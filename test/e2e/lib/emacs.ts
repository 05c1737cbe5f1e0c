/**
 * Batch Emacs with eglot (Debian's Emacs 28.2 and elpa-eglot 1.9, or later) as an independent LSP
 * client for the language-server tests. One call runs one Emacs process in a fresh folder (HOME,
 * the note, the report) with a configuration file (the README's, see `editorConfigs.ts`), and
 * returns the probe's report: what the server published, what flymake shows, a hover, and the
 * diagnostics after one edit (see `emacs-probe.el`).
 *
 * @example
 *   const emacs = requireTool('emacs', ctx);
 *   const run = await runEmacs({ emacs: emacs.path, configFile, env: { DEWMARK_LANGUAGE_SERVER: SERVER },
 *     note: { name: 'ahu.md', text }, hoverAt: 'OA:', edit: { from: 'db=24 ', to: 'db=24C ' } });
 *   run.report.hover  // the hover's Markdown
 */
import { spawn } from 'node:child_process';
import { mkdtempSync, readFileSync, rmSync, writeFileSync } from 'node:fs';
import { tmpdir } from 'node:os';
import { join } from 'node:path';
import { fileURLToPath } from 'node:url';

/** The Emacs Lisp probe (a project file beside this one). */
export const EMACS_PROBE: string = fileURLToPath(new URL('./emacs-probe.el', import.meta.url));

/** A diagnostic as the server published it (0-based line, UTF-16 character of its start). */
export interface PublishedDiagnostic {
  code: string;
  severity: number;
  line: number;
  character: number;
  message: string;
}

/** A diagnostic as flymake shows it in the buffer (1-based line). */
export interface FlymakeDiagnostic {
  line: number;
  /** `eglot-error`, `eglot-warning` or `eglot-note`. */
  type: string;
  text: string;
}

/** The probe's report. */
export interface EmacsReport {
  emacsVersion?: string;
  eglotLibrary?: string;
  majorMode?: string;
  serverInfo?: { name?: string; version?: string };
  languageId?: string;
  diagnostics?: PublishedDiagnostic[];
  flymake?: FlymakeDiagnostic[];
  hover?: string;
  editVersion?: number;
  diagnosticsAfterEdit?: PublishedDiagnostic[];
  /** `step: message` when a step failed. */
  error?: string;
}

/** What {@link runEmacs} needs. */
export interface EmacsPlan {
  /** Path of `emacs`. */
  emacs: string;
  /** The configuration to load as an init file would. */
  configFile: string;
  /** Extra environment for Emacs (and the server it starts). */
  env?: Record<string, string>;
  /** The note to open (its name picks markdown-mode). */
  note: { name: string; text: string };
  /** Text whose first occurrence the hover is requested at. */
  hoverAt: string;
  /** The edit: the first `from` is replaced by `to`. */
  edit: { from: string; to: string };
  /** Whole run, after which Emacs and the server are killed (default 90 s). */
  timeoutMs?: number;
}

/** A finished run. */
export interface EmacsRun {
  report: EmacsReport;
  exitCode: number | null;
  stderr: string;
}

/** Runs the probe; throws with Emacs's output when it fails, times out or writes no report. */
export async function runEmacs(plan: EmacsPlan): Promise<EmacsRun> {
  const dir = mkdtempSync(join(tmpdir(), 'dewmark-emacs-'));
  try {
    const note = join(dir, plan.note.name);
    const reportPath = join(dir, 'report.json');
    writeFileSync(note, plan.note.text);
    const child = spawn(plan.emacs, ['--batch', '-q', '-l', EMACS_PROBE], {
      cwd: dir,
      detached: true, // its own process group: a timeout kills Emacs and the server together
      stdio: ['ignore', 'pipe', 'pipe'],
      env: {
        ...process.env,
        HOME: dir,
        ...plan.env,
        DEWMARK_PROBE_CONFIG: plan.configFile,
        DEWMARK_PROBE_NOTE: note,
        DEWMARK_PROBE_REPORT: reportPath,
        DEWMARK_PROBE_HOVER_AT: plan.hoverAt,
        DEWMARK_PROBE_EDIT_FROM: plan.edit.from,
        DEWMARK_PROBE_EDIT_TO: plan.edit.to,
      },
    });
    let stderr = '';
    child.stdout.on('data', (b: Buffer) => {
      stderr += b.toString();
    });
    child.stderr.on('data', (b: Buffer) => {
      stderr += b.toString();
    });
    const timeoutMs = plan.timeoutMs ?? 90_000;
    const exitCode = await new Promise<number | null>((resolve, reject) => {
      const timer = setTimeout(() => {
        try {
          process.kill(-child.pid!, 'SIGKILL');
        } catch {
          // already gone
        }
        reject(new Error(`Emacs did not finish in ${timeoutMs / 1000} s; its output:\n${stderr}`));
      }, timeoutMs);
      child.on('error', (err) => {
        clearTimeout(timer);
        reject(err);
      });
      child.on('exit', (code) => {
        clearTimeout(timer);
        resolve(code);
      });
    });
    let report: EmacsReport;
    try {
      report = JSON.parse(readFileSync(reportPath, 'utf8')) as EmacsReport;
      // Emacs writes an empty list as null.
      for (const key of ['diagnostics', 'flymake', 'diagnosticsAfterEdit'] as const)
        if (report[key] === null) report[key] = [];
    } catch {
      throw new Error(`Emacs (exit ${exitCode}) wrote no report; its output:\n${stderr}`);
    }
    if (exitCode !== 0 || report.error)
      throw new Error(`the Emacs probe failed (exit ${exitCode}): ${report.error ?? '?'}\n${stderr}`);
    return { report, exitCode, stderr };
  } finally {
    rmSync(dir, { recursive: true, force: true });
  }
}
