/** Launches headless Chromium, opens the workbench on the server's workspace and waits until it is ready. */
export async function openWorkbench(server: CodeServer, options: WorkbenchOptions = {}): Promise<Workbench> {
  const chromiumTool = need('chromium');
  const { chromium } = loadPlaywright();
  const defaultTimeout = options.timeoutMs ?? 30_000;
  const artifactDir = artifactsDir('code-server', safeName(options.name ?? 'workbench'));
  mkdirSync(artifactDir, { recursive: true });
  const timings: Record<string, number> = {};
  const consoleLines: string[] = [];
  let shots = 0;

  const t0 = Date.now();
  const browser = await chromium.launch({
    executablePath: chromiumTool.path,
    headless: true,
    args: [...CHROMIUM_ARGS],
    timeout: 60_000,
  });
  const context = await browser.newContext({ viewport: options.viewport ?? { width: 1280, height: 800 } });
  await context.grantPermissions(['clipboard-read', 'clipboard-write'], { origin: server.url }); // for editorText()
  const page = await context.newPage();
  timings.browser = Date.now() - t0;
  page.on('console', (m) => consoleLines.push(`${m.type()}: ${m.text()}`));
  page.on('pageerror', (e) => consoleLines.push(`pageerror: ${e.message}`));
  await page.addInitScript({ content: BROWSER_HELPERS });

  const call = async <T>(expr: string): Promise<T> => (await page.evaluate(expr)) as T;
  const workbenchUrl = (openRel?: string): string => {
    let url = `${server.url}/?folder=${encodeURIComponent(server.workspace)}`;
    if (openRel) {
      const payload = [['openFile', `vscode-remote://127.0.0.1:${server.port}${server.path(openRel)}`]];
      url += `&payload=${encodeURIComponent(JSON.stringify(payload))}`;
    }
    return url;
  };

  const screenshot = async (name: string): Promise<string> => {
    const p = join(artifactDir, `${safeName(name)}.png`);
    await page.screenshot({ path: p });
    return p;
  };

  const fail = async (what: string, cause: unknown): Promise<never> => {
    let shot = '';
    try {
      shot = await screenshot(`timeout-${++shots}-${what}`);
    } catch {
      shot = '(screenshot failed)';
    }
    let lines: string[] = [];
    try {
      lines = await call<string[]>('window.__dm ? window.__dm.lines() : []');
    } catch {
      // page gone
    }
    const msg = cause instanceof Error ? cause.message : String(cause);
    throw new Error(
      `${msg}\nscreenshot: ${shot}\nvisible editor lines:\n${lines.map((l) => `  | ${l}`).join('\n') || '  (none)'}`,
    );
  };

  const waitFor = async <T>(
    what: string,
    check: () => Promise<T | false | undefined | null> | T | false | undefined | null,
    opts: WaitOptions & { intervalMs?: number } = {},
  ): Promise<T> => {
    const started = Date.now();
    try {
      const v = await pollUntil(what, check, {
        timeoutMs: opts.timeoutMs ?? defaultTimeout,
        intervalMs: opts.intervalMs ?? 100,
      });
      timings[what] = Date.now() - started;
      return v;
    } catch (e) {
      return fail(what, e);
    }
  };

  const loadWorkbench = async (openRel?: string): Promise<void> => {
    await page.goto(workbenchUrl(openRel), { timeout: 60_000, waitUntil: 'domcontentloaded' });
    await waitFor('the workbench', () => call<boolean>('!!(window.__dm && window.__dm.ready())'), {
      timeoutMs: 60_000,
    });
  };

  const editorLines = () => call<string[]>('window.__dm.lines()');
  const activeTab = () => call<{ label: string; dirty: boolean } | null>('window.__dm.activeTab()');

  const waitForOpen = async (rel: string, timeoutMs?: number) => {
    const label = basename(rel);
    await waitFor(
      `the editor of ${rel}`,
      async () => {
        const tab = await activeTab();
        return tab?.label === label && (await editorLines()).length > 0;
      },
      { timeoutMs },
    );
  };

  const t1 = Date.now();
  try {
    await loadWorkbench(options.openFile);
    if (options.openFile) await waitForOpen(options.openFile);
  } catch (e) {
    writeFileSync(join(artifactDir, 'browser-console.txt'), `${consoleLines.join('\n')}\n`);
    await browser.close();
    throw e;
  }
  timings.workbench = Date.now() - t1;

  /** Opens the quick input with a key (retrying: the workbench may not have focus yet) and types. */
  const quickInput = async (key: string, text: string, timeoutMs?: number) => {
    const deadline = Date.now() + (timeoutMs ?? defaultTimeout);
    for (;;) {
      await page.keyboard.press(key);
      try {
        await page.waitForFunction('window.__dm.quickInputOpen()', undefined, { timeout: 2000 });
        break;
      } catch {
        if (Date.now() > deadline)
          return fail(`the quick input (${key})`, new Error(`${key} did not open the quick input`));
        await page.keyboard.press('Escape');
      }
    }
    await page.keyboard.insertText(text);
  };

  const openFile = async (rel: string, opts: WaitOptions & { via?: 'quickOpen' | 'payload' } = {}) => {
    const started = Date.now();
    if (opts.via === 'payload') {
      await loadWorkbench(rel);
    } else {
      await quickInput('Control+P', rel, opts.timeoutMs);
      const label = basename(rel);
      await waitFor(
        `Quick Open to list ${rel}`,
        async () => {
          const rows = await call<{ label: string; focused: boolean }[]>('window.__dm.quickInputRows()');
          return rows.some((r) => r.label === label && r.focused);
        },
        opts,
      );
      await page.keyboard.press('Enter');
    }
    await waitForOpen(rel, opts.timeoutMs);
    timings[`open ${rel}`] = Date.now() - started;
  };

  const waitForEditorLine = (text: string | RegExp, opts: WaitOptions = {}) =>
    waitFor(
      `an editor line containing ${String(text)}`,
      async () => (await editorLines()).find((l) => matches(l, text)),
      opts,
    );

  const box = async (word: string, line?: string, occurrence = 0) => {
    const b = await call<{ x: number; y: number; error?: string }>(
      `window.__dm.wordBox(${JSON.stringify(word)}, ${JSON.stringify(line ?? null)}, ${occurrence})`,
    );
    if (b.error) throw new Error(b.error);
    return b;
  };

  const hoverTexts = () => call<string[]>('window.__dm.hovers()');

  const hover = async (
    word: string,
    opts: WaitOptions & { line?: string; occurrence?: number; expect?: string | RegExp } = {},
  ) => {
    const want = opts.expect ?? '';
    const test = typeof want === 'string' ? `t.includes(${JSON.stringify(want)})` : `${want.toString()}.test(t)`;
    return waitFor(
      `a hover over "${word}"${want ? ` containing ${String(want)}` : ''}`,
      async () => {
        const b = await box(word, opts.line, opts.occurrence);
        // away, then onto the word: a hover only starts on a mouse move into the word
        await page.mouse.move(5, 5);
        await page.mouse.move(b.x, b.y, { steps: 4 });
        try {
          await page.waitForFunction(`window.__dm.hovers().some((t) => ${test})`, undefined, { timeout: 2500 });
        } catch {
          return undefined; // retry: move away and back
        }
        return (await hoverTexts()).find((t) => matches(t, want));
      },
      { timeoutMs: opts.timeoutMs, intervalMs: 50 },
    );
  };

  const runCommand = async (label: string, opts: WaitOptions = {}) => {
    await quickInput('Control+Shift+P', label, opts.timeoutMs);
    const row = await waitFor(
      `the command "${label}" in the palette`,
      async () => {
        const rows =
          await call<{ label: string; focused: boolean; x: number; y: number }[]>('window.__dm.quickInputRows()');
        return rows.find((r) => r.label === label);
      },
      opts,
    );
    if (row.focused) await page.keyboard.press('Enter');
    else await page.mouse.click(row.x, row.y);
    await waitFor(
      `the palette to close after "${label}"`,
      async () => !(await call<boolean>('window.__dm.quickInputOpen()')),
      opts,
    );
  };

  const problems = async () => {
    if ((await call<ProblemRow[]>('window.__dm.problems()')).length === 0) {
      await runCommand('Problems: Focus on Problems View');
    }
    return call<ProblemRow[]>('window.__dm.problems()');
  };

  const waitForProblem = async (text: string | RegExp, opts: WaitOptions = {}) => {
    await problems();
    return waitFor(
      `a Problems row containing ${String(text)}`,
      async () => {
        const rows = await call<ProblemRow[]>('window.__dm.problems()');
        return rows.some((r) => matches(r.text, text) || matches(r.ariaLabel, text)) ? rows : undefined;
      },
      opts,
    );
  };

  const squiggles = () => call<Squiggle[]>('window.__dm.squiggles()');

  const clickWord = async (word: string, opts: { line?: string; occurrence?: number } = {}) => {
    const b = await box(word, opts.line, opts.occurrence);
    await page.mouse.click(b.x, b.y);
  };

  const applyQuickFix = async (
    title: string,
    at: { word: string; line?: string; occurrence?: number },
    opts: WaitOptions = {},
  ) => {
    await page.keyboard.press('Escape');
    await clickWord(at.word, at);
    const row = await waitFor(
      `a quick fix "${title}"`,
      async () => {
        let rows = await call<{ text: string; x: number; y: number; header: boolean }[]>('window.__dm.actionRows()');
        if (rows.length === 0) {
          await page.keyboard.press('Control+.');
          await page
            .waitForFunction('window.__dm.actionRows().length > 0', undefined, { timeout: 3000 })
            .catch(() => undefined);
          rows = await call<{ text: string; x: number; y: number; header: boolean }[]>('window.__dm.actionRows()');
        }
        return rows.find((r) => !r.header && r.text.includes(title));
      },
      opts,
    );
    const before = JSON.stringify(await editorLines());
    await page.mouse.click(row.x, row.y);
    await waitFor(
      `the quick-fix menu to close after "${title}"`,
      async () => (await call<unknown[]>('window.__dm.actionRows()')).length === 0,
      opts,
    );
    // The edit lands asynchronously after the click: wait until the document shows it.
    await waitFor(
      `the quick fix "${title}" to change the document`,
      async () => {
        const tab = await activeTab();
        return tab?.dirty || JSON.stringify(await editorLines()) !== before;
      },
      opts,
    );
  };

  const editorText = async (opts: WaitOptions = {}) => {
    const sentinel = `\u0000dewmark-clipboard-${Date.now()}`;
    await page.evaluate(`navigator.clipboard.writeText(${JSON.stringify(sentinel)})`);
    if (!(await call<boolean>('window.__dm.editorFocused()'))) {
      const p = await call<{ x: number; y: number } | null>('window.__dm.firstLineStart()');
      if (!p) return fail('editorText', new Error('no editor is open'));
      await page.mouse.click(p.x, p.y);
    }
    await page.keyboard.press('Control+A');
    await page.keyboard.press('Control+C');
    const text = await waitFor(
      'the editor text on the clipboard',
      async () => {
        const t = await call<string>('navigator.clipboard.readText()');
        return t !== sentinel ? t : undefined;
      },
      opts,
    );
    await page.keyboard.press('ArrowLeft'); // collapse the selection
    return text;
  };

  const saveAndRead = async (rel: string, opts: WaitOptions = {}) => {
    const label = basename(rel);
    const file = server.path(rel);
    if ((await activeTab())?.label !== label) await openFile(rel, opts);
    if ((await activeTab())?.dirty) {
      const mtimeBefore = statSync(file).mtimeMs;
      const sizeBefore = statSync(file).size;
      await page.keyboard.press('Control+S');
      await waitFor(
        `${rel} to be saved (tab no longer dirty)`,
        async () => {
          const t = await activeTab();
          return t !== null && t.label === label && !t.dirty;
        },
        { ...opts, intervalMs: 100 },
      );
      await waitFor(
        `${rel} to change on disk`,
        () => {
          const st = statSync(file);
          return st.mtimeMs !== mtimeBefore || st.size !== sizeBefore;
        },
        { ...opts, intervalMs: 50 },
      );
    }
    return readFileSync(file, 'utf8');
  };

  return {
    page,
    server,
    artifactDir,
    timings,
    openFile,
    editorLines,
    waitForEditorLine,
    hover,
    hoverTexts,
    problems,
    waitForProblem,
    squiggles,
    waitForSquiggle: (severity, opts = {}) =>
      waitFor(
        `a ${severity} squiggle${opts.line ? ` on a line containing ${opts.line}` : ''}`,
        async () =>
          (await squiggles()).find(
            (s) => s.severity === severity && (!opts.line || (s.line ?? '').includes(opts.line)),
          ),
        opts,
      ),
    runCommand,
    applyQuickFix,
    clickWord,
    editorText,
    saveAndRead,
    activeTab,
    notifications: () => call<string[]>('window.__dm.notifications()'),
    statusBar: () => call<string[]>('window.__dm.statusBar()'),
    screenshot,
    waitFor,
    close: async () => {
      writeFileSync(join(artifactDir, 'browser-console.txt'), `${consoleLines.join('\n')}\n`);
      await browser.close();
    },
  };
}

--

- **Exercise**: Please set down again, word for word, only the lines from the start of the entries through the line with "emacs = requireTool('emacs', ctx);", both ends included.

- **Solved exercise**:
filename test/e2e/lib/emacs.ts
repository 05c1737cbe5f1e0c
/**
 * Batch Emacs with eglot (Debian's Emacs 28.2 and elpa-eglot 1.9, or later) as an independent LSP
 * client for the language-server tests. One call runs one Emacs process in a fresh folder (HOME,
 * the note, the report) with a configuration file (the README's, see `editorConfigs.ts`), and
 * returns the probe's report: what the server published, what flymake shows, a hover, and the
 * diagnostics after one edit (see `emacs-probe.el`).
 *
 * @example
 *   const emacs = requireTool('emacs', ctx);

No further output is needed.